Collected data entries:

===

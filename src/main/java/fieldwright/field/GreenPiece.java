package fieldwright.field;

import java.util.List;

import fieldwright.geometry.Chart;
import fieldwright.geometry.Nodes;
import fieldwright.integral.Cubature;
import fieldwright.integral.Integrand;

/** Density times measure times a smooth {@link Green} part over a patch: boxes of parameters as they are. */
final class GreenPiece implements Integrand {
    /** Noise is taken as independent from node to node, doubt is not: the root of a usual number of nodes. */
    private static final double ALIKE = 5;
    private static final int[] ORDERS = {0, 20, 14, 10};

    private final Patch patch;
    private final Green green;
    private final boolean potential;
    private final Workspace space;
    private final Chart.Anchor anchor;
    private final double[][] s = new double[3][BLOCK];
    private final double[] weight = new double[BLOCK];
    private final double[] doubt = new double[BLOCK];

    /** The parameters it runs over: all, or all but the turn round the axis, along which nothing changes. */
    private final int[] axes;

    private GreenPiece(Patch patch, Green green, boolean potential, Workspace space, int turn) {
        axes = java.util.stream.IntStream.range(0, patch.dimension()).filter(k -> k != turn).toArray();
        this.patch = patch;
        this.green = green;
        this.potential = potential;
        this.space = space;
        double[] middle = new double[patch.dimension()];
        java.util.Arrays.fill(middle, 0.5);
        anchor = patch.chart().anchor(middle);
    }

    /** Adds the pieces, cut where the density bends; what needs no integral to the start. */
    static void add(Patch patch, Green green, Paver paver, Workspace space, double[] error) {
        add(patch, green, paver, space, error, -1);
    }

    /** The same for charge and Green function that do not change along parameter {@code turn}, round an axis. */
    static void add(Patch patch, Green green, Paver paver, Workspace space, double[] error, int turn) {
        if (patch.weight().isConstant() && patch.weight().constant() == 0) {
            return;
        }
        GreenPiece f = new GreenPiece(patch, green, paver.isPotential(), space, turn);
        if (f.dimension() == 0) {
            double[][] out = new double[paver.start.length][1];
            f.evaluate(new double[0][], 1, out, new double[1]);
            for (int c = 0; c < out.length; c++) {
                paver.start[c] += out[c][0];
                error[c] += Math.abs(f.weight[0]) * f.doubt[0];
            }
            return;
        }
        add(f, paver.pieces);
    }

    private static void add(GreenPiece f, List<Cubature.Piece> pieces) {
        Patch patch = f.patch;
        int d = f.dimension();
        double[][] cuts = new double[d][];
        for (int k = 0; k < d; k++) {
            int axis = f.axes[k];
            cuts[k] = patch.chart().isEndless(axis) ? endless(patch.breaks()[axis]) : patch.breaks()[axis];
        }
        int[] orders = new int[d];
        java.util.Arrays.fill(orders, ORDERS[d]);
        Cubature.addBetween(f, cuts, orders, pieces);
    }

    private static double[] endless(double[] breaks) {
        java.util.TreeSet<Double> all = new java.util.TreeSet<>(List.of(0.25, 0.5, 0.75));
        for (double b : breaks) {
            all.add(b);
        }
        return all.stream().mapToDouble(Double::doubleValue).toArray();
    }

    @Override
    public int dimension() {
        return axes.length;
    }

    @Override
    public int components() {
        return potential ? 1 : 3;
    }

    @Override
    public boolean isSmooth() {
        return patch.weight().isSmooth() && green.isSmooth();
    }

    @Override
    public void evaluate(double[][] u, int n, double[][] out, double[] noise) {
        double[][] du = space.du;
        double[] w = weight;
        java.util.Arrays.fill(w, 0, n, 1);
        for (int k = 0; k < 3; k++) {
            java.util.Arrays.fill(du[k], 0, n, 0);
        }
        for (int k = 0; k < axes.length; k++) {
            for (int i = 0; i < n; i++) {
                double width = patch.triangle() && k == 1 ? 1 - u[0][i] : 1;
                du[axes[k]][i] = width * u[k][i] - 0.5;
                w[i] *= width;
            }
        }
        Nodes nodes = space.nodes;
        patch.chart().evaluate(anchor, du, n, nodes);
        patch.weight().evaluate(nodes, anchor.position(), n, space.density);
        double[] own = new double[3];
        for (int i = 0; i < n; i++) {
            if (Double.isNaN(space.density[i])) {
                throw Facet.notANumber(patch, nodes, i);
            }
            w[i] *= space.density[i] * nodes.measure[i];
            for (int a = 0; a < 3; a++) {
                own[a] = anchor.position()[a] + nodes.offset[a][i];
            }
            double[] sheet = patch.frame().toSheet(own);
            for (int a = 0; a < 3; a++) {
                s[a][i] = sheet[a];
            }
        }
        if (potential) {
            green.potential(s, n, out[0], doubt);
        } else {
            green.field(s, n, out, doubt);
        }
        for (int i = 0; i < n; i++) {
            for (int c = 0; c < components(); c++) {
                out[c][i] = w[i] == 0 ? 0 : w[i] * out[c][i];
            }
            noise[i] = ALIKE * Math.abs(w[i]) * doubt[i];
        }
    }
}
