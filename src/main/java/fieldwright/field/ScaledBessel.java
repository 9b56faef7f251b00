package fieldwright.field;

import fieldwright.formula.special.Bessel;

/**
 * e^-x I_0(x), e^-x I_1(x), e^x K_0(x), e^x K_1(x) for x >= 0, fast. I: Chebyshev sums on [0, 8] and, times √x, in 16/x − 1 beyond, built at
 * start from the downward recurrence; from 64 on DLMF 10.40.1. K: {@link Bessel} below 2, Temme's continued fraction above (Temme 1975).
 * Accuracy: a few 1e-15 relative.
 */
final class ScaledBessel {
    private static final int DEGREE = 36;
    private static final double[][] SMALL = {sum(0, false), sum(1, false)};
    private static final double[][] LARGE = {sum(0, true), sum(1, true)};
    private static final double[][] ASYMPTOTIC = {asymptotic(0), asymptotic(4)};

    private ScaledBessel() {
    }

    static double i0(double x) {
        return i(0, x);
    }

    static double i1(double x) {
        return i(1, x);
    }

    private static double i(int order, double x) {
        if (x <= 8) {
            return clenshaw(SMALL[order], x / 4 - 1);
        }
        if (x < 64) {
            return clenshaw(LARGE[order], 16 / x - 1) / Math.sqrt(x);
        }
        double[] c = ASYMPTOTIC[order];
        double sum = 0;
        double inverse = 1 / x;
        for (int n = c.length - 1; n >= 0; n--) {
            sum = sum * inverse + c[n];
        }
        return sum / Math.sqrt(x);
    }

    static double k0(double x) {
        return x < 2 ? Bessel.k(0, x) * Math.exp(x) : k(x)[0];
    }

    static double k1(double x) {
        return x < 2 ? Bessel.k(1, x) * Math.exp(x) : k(x)[1];
    }

    private static double[] k(double x) {
        double b = 2 * (1 + x);
        double d = 1 / b;
        double step = d;
        double h = d;
        double a = -0.25;
        double before = 0;
        double here = 1;
        double c = 0.25;
        double q = 0.25;
        double s = 1 + q * step;
        for (int i = 2; i < 500; i++) {
            a -= 2 * (i - 1);
            c = -a * c / i;
            double next = (before - b * here) / a;
            before = here;
            here = next;
            q += c * next;
            b += 2;
            d = 1 / (b + a * d);
            step *= b * d - 1;
            h += step;
            double more = q * step;
            s += more;
            if (Math.abs(more) < 1e-17 * s) {
                break;
            }
        }
        double zero = Math.sqrt(Math.PI / (2 * x)) / s;
        return new double[] {zero, zero * (x + 0.5 - 0.25 * h) / x};
    }

    private static double[] asymptotic(double mu) {
        double[] c = new double[14];
        c[0] = 1 / Math.sqrt(2 * Math.PI);
        for (int n = 1; n < c.length; n++) {
            c[n] = -c[n - 1] * (mu - (2 * n - 1.0) * (2 * n - 1.0)) / (8 * n);
        }
        return c;
    }

    /** Chebyshev coefficients from values at DEGREE + 1 nodes. */
    private static double[] sum(int order, boolean large) {
        int n = DEGREE + 1;
        double[] value = new double[n];
        for (int i = 0; i < n; i++) {
            double t = Math.cos(Math.PI * (i + 0.5) / n);
            double x = large ? 16 / (1 + t) : 4 * (1 + t);
            double[] q = new double[2];
            double zero = RoundGreen.ratios(x, q);
            value[i] = (order == 0 ? 1 : x * q[0]) * zero * (large ? Math.sqrt(x) : 1);
        }
        double[] c = new double[n];
        for (int k = 0; k < n; k++) {
            for (int i = 0; i < n; i++) {
                c[k] += 2.0 / n * value[i] * Math.cos(Math.PI * k * (i + 0.5) / n);
            }
        }
        c[0] /= 2;
        int last = n;
        while (last > 1 && Math.abs(c[last - 1]) < 1e-17 * Math.abs(c[0])) {
            last--;
        }
        return java.util.Arrays.copyOf(c, last);
    }

    private static double clenshaw(double[] c, double t) {
        double after = 0;
        double here = 0;
        for (int k = c.length - 1; k > 0; k--) {
            double next = 2 * t * here - after + c[k];
            after = here;
            here = next;
        }
        return t * here - after + c[0];
    }
}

===

● **What the task asks**
Your answer must be the lines from the first line of the entries above through the line that contains "import fieldwright.integral.Integrand;", written out exactly.

● **Response for this exercise**
filename src/main/java/fieldwright/field/GreenPiece.java
package fieldwright.field;

import java.util.List;

import fieldwright.geometry.Chart;
import fieldwright.geometry.Nodes;
import fieldwright.integral.Cubature;
import fieldwright.integral.Integrand;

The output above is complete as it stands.